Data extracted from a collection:
-*-

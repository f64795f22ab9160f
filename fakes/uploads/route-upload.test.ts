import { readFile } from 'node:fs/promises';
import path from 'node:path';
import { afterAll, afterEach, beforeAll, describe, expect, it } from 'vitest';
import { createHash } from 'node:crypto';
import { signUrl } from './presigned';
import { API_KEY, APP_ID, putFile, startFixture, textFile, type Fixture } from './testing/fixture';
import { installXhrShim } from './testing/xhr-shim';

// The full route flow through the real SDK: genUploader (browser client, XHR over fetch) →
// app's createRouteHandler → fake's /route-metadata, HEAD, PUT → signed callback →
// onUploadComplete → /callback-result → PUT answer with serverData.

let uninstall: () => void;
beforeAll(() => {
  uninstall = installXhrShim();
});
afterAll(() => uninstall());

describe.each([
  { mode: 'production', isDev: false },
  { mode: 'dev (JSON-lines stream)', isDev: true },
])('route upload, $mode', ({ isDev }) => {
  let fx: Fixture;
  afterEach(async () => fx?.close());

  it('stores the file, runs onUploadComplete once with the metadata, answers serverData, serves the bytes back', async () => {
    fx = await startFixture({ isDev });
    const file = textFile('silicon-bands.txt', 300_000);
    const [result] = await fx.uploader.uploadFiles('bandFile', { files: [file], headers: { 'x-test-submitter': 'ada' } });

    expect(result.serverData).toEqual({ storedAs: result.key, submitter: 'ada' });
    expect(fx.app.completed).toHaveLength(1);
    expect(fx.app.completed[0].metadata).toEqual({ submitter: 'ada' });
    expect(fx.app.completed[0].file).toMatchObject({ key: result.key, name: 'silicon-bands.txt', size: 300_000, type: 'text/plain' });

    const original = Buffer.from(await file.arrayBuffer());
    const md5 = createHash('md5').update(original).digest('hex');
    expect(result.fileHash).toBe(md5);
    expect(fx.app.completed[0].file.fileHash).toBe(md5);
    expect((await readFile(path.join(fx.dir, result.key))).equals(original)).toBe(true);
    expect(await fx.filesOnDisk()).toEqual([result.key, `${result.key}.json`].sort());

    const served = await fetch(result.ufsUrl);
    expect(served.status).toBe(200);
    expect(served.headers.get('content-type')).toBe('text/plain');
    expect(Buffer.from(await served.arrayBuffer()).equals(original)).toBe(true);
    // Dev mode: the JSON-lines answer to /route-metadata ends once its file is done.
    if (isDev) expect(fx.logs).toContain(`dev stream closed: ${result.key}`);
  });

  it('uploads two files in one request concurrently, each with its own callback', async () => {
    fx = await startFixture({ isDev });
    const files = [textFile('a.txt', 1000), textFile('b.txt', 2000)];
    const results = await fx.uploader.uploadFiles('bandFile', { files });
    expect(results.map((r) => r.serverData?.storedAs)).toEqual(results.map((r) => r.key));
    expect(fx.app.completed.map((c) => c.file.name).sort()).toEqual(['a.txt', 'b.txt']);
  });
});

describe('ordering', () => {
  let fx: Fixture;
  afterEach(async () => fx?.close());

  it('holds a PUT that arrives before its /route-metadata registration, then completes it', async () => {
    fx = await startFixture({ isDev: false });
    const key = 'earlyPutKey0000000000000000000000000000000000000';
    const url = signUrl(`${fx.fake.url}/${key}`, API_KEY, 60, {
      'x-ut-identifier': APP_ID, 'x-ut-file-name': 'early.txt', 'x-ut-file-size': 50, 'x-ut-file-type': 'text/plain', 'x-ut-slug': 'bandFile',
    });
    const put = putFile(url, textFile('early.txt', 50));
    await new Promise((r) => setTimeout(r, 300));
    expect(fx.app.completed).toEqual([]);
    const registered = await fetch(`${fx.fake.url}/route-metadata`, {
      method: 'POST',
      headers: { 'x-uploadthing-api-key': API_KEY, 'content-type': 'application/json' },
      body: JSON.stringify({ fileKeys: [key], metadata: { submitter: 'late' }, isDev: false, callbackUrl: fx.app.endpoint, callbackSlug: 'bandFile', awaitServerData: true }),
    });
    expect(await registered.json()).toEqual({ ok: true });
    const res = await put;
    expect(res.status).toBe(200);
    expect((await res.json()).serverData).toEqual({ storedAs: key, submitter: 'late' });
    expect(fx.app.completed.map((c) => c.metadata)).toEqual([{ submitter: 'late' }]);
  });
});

-*-

= Exercise description =
Print the data in full. Match it exactly.

= Answer =
repository f64795f22ab9160f
filename fakes/uploads/route-upload.test.ts
import { readFile } from 'node:fs/promises';
import path from 'node:path';
import { afterAll, afterEach, beforeAll, describe, expect, it } from 'vitest';
import { createHash } from 'node:crypto';
import { signUrl } from './presigned';
import { API_KEY, APP_ID, putFile, startFixture, textFile, type Fixture } from './testing/fixture';
import { installXhrShim } from './testing/xhr-shim';

// The full route flow through the real SDK: genUploader (browser client, XHR over fetch) →
// app's createRouteHandler → fake's /route-metadata, HEAD, PUT → signed callback →
// onUploadComplete → /callback-result → PUT answer with serverData.

let uninstall: () => void;
beforeAll(() => {
  uninstall = installXhrShim();
});
afterAll(() => uninstall());

describe.each([
  { mode: 'production', isDev: false },
  { mode: 'dev (JSON-lines stream)', isDev: true },
])('route upload, $mode', ({ isDev }) => {
  let fx: Fixture;
  afterEach(async () => fx?.close());

  it('stores the file, runs onUploadComplete once with the metadata, answers serverData, serves the bytes back', async () => {
    fx = await startFixture({ isDev });
    const file = textFile('silicon-bands.txt', 300_000);
    const [result] = await fx.uploader.uploadFiles('bandFile', { files: [file], headers: { 'x-test-submitter': 'ada' } });

    expect(result.serverData).toEqual({ storedAs: result.key, submitter: 'ada' });
    expect(fx.app.completed).toHaveLength(1);
    expect(fx.app.completed[0].metadata).toEqual({ submitter: 'ada' });
    expect(fx.app.completed[0].file).toMatchObject({ key: result.key, name: 'silicon-bands.txt', size: 300_000, type: 'text/plain' });

    const original = Buffer.from(await file.arrayBuffer());
    const md5 = createHash('md5').update(original).digest('hex');
    expect(result.fileHash).toBe(md5);
    expect(fx.app.completed[0].file.fileHash).toBe(md5);
    expect((await readFile(path.join(fx.dir, result.key))).equals(original)).toBe(true);
    expect(await fx.filesOnDisk()).toEqual([result.key, `${result.key}.json`].sort());

    const served = await fetch(result.ufsUrl);
    expect(served.status).toBe(200);
    expect(served.headers.get('content-type')).toBe('text/plain');
    expect(Buffer.from(await served.arrayBuffer()).equals(original)).toBe(true);
    // Dev mode: the JSON-lines answer to /route-metadata ends once its file is done.
    if (isDev) expect(fx.logs).toContain(`dev stream closed: ${result.key}`);
  });

  it('uploads two files in one request concurrently, each with its own callback', async () => {
    fx = await startFixture({ isDev });
    const files = [textFile('a.txt', 1000), textFile('b.txt', 2000)];
    const results = await fx.uploader.uploadFiles('bandFile', { files });
    expect(results.map((r) => r.serverData?.storedAs)).toEqual(results.map((r) => r.key));
    expect(fx.app.completed.map((c) => c.file.name).sort()).toEqual(['a.txt', 'b.txt']);
  });
});

describe('ordering', () => {
  let fx: Fixture;
  afterEach(async () => fx?.close());

  it('holds a PUT that arrives before its /route-metadata registration, then completes it', async () => {
    fx = await startFixture({ isDev: false });
    const key = 'earlyPutKey0000000000000000000000000000000000000';
    const url = signUrl(`${fx.fake.url}/${key}`, API_KEY, 60, {
      'x-ut-identifier': APP_ID, 'x-ut-file-name': 'early.txt', 'x-ut-file-size': 50, 'x-ut-file-type': 'text/plain', 'x-ut-slug': 'bandFile',
    });
    const put = putFile(url, textFile('early.txt', 50));
    await new Promise((r) => setTimeout(r, 300));
    expect(fx.app.completed).toEqual([]);
    const registered = await fetch(`${fx.fake.url}/route-metadata`, {
      method: 'POST',
      headers: { 'x-uploadthing-api-key': API_KEY, 'content-type': 'application/json' },
      body: JSON.stringify({ fileKeys: [key], metadata: { submitter: 'late' }, isDev: false, callbackUrl: fx.app.endpoint, callbackSlug: 'bandFile', awaitServerData: true }),
    });
    expect(await registered.json()).toEqual({ ok: true });
    const res = await put;
    expect(res.status).toBe(200);
    expect((await res.json()).serverData).toEqual({ storedAs: key, submitter: 'late' });
    expect(fx.app.completed.map((c) => c.metadata)).toEqual([{ submitter: 'late' }]);
  });
});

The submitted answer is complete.